* What is expected *
Every line below containing the word "number" should be found and copied.

(Data Opens)

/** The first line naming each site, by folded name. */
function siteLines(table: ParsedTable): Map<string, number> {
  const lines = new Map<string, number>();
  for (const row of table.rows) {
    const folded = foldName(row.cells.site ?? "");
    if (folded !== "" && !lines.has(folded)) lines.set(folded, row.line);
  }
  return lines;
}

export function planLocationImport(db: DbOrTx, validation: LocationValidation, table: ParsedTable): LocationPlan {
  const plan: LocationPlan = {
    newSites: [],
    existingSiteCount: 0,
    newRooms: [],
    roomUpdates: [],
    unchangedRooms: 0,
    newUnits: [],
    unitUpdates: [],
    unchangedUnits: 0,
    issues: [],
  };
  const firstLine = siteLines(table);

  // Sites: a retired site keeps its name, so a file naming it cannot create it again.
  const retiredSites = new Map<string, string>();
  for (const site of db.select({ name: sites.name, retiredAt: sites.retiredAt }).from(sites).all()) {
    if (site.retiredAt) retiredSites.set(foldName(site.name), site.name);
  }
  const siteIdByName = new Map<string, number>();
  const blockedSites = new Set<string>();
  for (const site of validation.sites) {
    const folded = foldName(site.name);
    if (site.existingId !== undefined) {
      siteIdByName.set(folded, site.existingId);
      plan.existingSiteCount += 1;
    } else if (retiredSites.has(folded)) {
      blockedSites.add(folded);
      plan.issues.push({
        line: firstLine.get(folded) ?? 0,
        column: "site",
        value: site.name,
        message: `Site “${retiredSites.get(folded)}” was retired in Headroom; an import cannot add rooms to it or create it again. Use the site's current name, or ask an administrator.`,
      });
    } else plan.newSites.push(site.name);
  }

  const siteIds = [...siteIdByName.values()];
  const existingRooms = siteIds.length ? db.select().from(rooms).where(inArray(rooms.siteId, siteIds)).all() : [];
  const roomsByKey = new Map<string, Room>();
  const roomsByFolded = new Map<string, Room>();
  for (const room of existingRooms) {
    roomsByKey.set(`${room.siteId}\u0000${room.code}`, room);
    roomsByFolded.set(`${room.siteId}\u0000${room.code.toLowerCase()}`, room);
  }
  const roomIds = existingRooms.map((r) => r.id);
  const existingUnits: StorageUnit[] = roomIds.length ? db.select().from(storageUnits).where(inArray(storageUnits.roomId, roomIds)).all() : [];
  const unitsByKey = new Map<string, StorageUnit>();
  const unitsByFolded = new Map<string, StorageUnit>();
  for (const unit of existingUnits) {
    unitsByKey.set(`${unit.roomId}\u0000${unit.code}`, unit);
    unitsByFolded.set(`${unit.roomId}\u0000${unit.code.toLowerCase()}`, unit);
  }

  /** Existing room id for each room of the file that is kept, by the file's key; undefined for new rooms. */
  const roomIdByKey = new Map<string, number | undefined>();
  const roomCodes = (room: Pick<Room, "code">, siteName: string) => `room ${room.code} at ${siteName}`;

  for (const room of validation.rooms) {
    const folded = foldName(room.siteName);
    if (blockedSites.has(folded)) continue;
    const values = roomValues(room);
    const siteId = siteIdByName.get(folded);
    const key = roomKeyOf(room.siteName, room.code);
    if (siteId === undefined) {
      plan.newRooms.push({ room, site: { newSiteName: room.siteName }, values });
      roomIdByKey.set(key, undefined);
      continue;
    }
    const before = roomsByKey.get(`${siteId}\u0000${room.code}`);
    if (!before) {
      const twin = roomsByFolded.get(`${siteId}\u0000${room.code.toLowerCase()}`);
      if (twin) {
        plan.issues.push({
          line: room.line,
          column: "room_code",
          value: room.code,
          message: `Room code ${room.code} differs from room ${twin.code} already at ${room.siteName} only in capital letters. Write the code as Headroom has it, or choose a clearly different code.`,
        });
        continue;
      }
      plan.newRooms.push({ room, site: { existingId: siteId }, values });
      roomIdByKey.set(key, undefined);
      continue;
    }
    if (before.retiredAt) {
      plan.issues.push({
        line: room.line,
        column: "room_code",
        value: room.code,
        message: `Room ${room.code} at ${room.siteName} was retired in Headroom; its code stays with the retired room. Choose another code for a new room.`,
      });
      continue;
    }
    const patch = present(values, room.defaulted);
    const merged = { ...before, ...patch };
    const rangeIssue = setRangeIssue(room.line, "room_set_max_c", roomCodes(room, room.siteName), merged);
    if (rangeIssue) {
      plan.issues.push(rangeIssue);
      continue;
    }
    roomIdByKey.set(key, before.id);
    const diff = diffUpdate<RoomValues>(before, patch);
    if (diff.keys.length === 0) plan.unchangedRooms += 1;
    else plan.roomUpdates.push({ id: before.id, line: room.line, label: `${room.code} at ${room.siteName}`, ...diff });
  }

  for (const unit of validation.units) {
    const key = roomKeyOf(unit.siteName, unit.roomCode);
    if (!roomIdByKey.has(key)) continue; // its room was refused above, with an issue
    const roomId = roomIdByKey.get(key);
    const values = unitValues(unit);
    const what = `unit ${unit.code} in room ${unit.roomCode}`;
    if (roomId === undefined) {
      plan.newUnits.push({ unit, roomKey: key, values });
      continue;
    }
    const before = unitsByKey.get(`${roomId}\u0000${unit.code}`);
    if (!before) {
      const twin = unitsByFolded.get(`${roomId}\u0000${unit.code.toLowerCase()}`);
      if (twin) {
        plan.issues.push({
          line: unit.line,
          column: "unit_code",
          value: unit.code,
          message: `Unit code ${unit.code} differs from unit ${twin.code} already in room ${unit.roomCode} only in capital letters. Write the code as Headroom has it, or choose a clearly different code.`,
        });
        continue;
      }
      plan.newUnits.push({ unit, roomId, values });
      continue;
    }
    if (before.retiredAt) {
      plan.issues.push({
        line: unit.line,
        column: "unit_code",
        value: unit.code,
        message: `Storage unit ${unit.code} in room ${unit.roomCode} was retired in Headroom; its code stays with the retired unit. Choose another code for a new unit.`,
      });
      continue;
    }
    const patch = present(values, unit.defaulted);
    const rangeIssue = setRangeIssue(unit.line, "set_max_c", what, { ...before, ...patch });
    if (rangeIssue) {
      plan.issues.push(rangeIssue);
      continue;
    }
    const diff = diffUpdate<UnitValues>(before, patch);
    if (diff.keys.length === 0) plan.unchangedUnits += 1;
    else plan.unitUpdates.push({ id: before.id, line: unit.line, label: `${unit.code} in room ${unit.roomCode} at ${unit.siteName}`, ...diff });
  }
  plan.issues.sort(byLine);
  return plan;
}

(Data Closes)

* Written answer *
function siteLines(table: ParsedTable): Map<string, number> {
  const lines = new Map<string, number>();
  const siteIdByName = new Map<string, number>();
  const roomIdByKey = new Map<string, number | undefined>();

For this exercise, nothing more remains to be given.